Saved data entries =>
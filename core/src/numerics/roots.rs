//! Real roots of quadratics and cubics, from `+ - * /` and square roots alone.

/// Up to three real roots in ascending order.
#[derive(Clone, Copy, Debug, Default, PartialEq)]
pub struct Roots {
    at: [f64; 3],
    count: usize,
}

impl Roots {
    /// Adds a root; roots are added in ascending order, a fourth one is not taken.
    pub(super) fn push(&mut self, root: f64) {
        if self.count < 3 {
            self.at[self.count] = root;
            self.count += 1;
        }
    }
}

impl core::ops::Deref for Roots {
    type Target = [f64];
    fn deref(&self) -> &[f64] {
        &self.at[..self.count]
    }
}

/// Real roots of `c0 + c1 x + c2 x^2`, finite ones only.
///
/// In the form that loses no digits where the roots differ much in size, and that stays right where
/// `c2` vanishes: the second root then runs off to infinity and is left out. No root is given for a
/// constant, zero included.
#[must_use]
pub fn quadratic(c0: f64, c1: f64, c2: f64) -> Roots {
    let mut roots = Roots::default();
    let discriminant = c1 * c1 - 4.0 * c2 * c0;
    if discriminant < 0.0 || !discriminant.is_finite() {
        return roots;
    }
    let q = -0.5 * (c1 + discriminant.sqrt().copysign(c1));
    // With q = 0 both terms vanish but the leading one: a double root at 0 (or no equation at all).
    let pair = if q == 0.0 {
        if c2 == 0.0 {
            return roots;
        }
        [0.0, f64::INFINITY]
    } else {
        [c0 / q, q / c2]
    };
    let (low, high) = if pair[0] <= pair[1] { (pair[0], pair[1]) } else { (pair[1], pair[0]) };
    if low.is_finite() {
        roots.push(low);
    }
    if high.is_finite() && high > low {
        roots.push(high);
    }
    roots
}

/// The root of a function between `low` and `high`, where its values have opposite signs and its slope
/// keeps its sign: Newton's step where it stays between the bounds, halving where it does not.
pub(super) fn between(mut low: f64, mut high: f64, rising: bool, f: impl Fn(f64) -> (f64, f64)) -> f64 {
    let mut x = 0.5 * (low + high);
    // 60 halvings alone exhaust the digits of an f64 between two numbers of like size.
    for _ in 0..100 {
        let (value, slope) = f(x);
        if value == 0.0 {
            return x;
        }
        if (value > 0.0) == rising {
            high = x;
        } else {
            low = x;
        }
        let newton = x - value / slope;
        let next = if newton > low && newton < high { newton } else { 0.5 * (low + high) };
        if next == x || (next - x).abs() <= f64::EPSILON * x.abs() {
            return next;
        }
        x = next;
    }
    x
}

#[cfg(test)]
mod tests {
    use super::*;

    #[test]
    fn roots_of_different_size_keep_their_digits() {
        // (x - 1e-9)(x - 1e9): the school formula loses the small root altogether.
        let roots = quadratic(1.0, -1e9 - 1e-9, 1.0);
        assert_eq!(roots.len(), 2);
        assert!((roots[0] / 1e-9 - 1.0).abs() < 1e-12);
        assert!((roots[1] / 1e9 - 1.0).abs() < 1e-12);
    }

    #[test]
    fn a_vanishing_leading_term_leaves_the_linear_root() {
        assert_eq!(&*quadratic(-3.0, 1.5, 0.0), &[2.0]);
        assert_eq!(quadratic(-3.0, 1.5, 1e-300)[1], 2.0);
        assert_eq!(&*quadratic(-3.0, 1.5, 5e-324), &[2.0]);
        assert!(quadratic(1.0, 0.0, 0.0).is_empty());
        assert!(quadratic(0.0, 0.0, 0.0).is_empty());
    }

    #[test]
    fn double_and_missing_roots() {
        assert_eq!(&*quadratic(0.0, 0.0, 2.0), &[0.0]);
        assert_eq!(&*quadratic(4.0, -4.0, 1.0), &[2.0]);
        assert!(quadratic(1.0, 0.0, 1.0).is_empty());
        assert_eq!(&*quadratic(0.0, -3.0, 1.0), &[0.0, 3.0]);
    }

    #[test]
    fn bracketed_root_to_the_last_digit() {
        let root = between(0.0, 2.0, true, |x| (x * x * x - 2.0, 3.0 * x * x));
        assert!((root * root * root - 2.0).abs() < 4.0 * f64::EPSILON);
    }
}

---

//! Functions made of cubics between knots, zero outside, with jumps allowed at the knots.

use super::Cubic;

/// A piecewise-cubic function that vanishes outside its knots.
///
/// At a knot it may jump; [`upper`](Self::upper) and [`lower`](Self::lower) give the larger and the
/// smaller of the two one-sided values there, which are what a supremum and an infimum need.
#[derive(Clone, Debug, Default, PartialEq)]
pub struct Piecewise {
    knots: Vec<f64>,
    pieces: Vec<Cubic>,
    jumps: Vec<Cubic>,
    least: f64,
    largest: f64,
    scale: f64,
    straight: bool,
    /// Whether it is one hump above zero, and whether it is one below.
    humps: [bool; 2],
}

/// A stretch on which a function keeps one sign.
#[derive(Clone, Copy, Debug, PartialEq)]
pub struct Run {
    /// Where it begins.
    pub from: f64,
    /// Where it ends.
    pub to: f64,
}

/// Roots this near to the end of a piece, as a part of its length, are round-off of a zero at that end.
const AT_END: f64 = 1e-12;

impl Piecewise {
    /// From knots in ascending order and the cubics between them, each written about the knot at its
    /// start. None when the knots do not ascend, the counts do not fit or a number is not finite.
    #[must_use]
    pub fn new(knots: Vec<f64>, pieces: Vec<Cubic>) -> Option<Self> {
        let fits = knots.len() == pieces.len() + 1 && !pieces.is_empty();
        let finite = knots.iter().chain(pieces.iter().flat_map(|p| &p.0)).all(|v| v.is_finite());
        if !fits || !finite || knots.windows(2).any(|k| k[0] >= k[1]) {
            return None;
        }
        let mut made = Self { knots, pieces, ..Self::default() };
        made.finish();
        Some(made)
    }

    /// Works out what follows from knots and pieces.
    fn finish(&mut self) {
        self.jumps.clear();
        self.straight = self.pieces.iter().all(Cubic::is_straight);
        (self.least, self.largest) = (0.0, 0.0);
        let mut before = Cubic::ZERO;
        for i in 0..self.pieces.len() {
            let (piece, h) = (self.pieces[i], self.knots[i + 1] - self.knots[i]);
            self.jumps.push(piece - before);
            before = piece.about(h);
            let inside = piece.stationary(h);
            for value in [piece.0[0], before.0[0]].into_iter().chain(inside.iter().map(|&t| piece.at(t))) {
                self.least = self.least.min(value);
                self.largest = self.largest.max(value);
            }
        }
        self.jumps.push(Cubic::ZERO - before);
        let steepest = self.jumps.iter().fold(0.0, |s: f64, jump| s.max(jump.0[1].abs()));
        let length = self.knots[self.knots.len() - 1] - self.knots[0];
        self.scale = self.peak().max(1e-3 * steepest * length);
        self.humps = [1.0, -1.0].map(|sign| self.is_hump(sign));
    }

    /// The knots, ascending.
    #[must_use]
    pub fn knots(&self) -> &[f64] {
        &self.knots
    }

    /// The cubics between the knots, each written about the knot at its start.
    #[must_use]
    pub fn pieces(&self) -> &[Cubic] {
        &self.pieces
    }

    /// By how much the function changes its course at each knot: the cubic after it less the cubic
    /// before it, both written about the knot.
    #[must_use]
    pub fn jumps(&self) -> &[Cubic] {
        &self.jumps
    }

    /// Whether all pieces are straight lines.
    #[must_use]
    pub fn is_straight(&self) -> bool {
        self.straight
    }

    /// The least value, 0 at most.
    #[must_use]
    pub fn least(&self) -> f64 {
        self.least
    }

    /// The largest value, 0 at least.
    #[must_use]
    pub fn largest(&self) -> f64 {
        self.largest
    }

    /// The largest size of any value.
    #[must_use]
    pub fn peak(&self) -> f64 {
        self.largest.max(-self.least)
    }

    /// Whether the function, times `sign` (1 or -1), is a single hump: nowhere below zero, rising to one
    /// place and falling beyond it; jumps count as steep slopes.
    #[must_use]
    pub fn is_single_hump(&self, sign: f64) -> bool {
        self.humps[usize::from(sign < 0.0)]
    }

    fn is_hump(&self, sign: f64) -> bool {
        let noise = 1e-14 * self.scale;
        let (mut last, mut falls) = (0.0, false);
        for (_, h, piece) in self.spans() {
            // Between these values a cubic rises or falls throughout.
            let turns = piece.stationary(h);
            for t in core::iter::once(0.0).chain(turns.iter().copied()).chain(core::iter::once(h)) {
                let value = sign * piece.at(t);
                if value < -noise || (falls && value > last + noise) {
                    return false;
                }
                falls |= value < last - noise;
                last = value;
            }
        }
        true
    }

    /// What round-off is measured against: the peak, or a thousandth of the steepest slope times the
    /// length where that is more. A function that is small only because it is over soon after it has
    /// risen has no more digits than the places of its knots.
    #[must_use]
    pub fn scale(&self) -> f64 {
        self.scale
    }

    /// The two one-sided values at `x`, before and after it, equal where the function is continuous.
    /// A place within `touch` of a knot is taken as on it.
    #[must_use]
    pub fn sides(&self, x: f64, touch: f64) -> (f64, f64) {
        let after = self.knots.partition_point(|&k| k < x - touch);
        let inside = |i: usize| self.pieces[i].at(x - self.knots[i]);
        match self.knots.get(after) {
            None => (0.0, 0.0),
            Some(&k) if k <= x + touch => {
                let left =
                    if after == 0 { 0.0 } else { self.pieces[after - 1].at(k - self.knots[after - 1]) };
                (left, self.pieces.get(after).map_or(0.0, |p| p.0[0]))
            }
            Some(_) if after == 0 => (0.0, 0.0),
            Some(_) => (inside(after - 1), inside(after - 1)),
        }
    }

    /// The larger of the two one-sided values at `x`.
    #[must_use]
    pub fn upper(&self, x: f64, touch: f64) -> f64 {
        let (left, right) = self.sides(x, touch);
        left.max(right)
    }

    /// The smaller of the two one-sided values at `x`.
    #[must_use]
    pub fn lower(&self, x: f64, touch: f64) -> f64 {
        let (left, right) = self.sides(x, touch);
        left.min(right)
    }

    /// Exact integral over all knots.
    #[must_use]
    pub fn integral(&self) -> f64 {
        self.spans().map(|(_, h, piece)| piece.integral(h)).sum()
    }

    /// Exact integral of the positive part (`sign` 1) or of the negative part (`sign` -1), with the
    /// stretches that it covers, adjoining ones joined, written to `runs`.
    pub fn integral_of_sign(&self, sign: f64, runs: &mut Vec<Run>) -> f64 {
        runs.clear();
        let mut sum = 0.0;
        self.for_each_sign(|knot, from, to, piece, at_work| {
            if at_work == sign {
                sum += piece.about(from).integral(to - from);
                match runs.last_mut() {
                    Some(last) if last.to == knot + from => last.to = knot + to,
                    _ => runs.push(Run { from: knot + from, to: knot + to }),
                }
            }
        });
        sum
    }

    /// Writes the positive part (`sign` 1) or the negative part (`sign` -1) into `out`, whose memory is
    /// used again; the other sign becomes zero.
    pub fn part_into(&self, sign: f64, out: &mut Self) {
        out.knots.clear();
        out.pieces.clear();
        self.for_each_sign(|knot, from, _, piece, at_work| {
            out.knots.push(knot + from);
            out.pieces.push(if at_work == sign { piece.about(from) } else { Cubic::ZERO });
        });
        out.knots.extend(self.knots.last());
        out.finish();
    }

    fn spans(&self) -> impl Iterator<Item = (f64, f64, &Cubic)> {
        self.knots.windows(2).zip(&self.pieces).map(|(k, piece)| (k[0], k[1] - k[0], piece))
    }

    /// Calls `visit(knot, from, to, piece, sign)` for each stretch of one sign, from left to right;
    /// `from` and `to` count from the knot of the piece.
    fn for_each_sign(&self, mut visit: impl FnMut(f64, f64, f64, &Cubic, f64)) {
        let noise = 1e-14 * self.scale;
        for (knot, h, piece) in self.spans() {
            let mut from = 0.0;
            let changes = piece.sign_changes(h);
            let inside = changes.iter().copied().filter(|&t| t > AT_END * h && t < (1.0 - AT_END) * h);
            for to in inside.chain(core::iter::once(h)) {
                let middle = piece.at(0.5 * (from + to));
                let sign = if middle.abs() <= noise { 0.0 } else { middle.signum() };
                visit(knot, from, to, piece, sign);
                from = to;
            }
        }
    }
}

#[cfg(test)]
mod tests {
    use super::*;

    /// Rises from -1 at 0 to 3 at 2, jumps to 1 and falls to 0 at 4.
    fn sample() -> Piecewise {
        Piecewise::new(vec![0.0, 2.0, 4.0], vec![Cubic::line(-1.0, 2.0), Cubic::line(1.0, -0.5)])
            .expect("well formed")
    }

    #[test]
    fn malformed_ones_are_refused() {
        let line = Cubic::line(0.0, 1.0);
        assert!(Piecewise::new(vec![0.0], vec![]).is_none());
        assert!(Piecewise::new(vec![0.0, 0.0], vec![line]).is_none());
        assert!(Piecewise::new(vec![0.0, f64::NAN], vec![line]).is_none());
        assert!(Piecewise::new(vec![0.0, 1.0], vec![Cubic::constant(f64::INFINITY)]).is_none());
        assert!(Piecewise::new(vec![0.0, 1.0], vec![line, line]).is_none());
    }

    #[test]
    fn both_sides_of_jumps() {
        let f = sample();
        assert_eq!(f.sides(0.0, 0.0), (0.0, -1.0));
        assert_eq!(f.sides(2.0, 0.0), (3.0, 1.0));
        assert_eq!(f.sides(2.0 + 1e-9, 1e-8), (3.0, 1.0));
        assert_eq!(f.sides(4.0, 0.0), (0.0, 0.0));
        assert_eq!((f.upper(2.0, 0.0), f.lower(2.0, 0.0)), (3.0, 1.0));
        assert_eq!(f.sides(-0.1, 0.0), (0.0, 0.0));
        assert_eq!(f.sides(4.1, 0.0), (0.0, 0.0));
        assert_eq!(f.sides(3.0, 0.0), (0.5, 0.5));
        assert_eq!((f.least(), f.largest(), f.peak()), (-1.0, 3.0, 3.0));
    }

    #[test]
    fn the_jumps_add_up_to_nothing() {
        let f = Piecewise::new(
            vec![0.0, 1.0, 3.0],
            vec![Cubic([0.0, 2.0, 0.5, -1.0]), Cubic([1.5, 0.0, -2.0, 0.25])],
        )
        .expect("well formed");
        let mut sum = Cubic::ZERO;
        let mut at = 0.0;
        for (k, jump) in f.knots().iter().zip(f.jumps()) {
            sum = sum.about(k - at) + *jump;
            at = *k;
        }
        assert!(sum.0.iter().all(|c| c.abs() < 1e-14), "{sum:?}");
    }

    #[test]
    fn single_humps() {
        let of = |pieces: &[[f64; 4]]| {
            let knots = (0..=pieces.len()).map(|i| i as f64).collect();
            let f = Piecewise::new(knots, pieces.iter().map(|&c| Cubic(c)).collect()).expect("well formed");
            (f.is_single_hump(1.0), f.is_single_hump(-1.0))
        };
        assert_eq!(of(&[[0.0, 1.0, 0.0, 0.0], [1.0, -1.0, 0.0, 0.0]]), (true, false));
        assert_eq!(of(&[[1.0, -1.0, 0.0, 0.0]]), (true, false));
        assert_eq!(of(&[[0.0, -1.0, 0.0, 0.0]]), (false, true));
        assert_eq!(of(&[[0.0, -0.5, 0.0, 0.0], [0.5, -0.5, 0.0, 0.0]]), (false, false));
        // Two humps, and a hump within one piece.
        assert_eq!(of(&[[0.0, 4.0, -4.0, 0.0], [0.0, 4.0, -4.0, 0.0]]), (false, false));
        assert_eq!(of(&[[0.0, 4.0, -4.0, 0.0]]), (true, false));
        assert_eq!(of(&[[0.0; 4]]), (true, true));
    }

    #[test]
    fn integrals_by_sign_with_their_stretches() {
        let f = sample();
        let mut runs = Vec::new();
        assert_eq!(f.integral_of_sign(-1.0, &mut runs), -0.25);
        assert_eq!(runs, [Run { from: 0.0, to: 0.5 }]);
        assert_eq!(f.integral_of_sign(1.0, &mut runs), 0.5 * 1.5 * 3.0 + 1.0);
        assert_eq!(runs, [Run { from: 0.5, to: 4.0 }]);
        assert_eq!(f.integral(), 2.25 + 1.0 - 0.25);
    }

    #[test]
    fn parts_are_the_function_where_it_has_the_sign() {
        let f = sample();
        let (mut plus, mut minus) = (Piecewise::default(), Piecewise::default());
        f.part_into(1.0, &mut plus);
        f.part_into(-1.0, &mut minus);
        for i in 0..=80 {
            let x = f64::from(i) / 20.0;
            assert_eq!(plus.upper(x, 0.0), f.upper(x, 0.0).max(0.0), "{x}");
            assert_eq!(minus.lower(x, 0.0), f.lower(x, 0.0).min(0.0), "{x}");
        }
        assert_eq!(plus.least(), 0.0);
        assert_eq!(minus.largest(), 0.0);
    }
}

YOUR GOAL => All lines above that hold the string "runs" should be copied.

EXERCISE RESPONSE =>
/// `c2` vanishes: the second root then runs off to infinity and is left out. No root is given for a
    /// stretches that it covers, adjoining ones joined, written to `runs`.
    pub fn integral_of_sign(&self, sign: f64, runs: &mut Vec<Run>) -> f64 {
        runs.clear();
                match runs.last_mut() {
                    _ => runs.push(Run { from: knot + from, to: knot + to }),
        let mut runs = Vec::new();
        assert_eq!(f.integral_of_sign(-1.0, &mut runs), -0.25);
        assert_eq!(runs, [Run { from: 0.0, to: 0.5 }]);
        assert_eq!(f.integral_of_sign(1.0, &mut runs), 0.5 * 1.5 * 3.0 + 1.0);
        assert_eq!(runs, [Run { from: 0.5, to: 4.0 }]);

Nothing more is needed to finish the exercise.